The greatest discovery humankind has ever made was fire. It was arguably the point where existence itself took a turn and paved the way for many other discoveries and inventions throughout time.

But do you know how to start a fire? You may think this is not such a difficult task. After all, how hard can it be to find someone with a lighter or a few matches? But securing the spark is only one of the steps

Here’s a fire starting life hack you can always use. 

When You Would Need This Skill?

The most obvious answer to this question is the good, old fashioned campfire. The campfire is a mandatory element for any overnight outdoor activity, and there’s really nothing beating the relaxation of sitting around the fire with your friends and family.

But there are also some emergency-type of situations where, of course, knowing how to start a fire can come in handy. For instance, being stranded overnight in an area without reception. The best thing to do in these cases is to build a fire that can both keep you warm and keep any predators away, at least until the morning when you can go and look for help. 

But understanding how to build a fire doesn’t just protect you and the people you are with. It could also protect the environment. There have been many reported instances where campfires have caused serious damage to nature and even other people, either because they were improperly built or left unattended by campers.

Starting a Fire 101

Starting a fire sounds like one of those life hacks everyone knows how to do. That is, until you start trying. There are several different steps involved, and it’s imperative you follow them to the letter.

Take a look at these tips on how to build a successful fire and keep everyone around it safe.

1. Gather What You Need

Starting a fire

Starting a fire doesn’t just involve putting a few sticks together and throwing a match between them. You’ll need a lot of materials to be able to light it and maintain it for longer times.

Here’s what you should look for:

  • Tinder, which is key to getting the fire started. Because it’s the smallest material, it’s the first to catch fire, and then it can spread to the rest of the wood. Tinder can be wood shavings, paper, cardboard, wax, etc.;
  • Kindling like twigs or small branches;
  • Firewood – which is the basis of the campfire. It can be up to 5 inches in diameter, anything thicker can be problematic. Make sure your firewood is completely dry, otherwise your fire won’t stay lit.
  • Matches or a lighter for the final spark.

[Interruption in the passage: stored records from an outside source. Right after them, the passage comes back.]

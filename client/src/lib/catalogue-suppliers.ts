import type { Page, SupplierDto } from '@wingstage/shared';
import { keepPreviousData, queryOptions } from '@tanstack/react-query';
import { api } from '@/lib/api-client';
import type { ListParams } from '@/lib/list-params';
import { supplierKeys } from './catalogue-keys';

export type SupplierListParams = Partial<ListParams> & { /** Comma-separated ids. */ ids?: string };

export const getSuppliers = (params: SupplierListParams, signal?: AbortSignal) => api.get<Page<SupplierDto>>('/suppliers', params, signal);

export const suppliersQueryOptions = (params: SupplierListParams) =>
  queryOptions({ queryKey: supplierKeys.list(params), queryFn: ({ signal }) => getSuppliers(params, signal), placeholderData: keepPreviousData });

export const ALL_SUPPLIERS: SupplierListParams = { pageSize: 100, sort: 'name', dir: 'asc' };
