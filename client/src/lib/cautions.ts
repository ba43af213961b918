/** Shown wherever an engineer records or judges work on an aircraft. */
export const SAFETY_CAUTION = "Follow the manufacturer's current data and the authority's rules; only an authorised inspector certifies the aircraft.";
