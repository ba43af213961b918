import { createQueryKeys } from './query-keys';

/**
 * Parts and suppliers: the catalogue feature edits them, and the estimate builder, the template
 * editor and the finding form pick from them, so their lists live here rather than in one feature.
 */

export const partKeys = createQueryKeys('parts');
export const supplierKeys = createQueryKeys('suppliers');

When you go around to find the materials for the fire, remember to just look for the wood that’s already on the ground, and not cut any branches from the trees if you can. If you know you’re going to start a campfire, try to bring as much of the materials (like tinder) from home.

2. Setting the Stage

If you’re camping in an area that has special places for campfires, you can use it to start your own, though you’ll most likely have to remove any ash or stones from previous fires first.

However, if you have to create your own pit, you should do so in an area where there are no hovering branches that could potentially catch on fire. Clear any grass of vegetation in the place you want to start the fire until you reach the dirt. You should dig it at least a few inches deep, and keep the extra dirt around to put out the fire when you’re ready.

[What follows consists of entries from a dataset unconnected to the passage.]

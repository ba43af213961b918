const PUBLIC_PATHS = ['/sign-in', '/forgot-password', '/reset-password', '/accept-invitation', '/decide'];

export function isPublicPath(pathname: string): boolean {
  return PUBLIC_PATHS.some((p) => pathname === p || pathname.startsWith(`${p}/`));
}

/** Only a same-site path may be a return target, so a crafted link cannot bounce someone off-site. */
export function safeReturnTo(value: string | null | undefined): string | null {
  if (!value || !value.startsWith('/') || value.startsWith('//') || value.startsWith('/\\')) return null;
  if (isPublicPath(value.split('?')[0] ?? '')) return null;
  return value;
}

export function signInPath(returnTo?: string): string {
  const safe = safeReturnTo(returnTo);
  return safe && safe !== '/' ? `/sign-in?returnTo=${encodeURIComponent(safe)}` : '/sign-in';
}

At the center of the fire ring, you’ll need to place a bed of tinder, then lay your kindling over it, topped with the firewood. It’s important to put the materials in this order for the fire to stay lit.

3. Light the Fire

After you’ve set the ground for the fire and placed the burning materials, it’s time to enjoy the fire! Take your matches or lighter and light the tinder on multiple sides to ensure the rest of the materials will catch fire as well. Don’t use any other substances like lighter fluid or gasoline – you could potentially burn yourself and those around you.

As long as you placed the tinder at the base and light from multiple sides, you don’t need any inflammable substances to light the fire. 

For maintenance, add an additional log from time to time if you see the size of the flame is decreasing. But be careful not to put too many at once, as it can cause the flame to get uncontrollably big. Place on a log at a time only. 

4. Put it out

starting a fire in emergency

It’s vital you don’t leave the fire unattended, even if for just a minute. Make sure there is at least one person watching it, and that your fire extinguishing tools are nearby. Even a small change in wind direction could potentially bring the flames closer to branches, and cause a wildfire. 

Once the evening is over and you want to call it a night, remember to put out the fire before going to bed. Start by sprinkling water on the flames. Pouring water may flood the fire ring and render it unusable for other campers. 

As you sprinkle water, stir the remaining logs with a longer stick to make sure they all get wet. When the steam will clear, you’re pretty much done!

It’s Always Safety First

For whatever reason you’re starting a fire, the golden rule is to put safety first. These tips, while they can help you start a lovely campfire you and your friends can enjoy, also ensure the entire process is safe for everyone involved.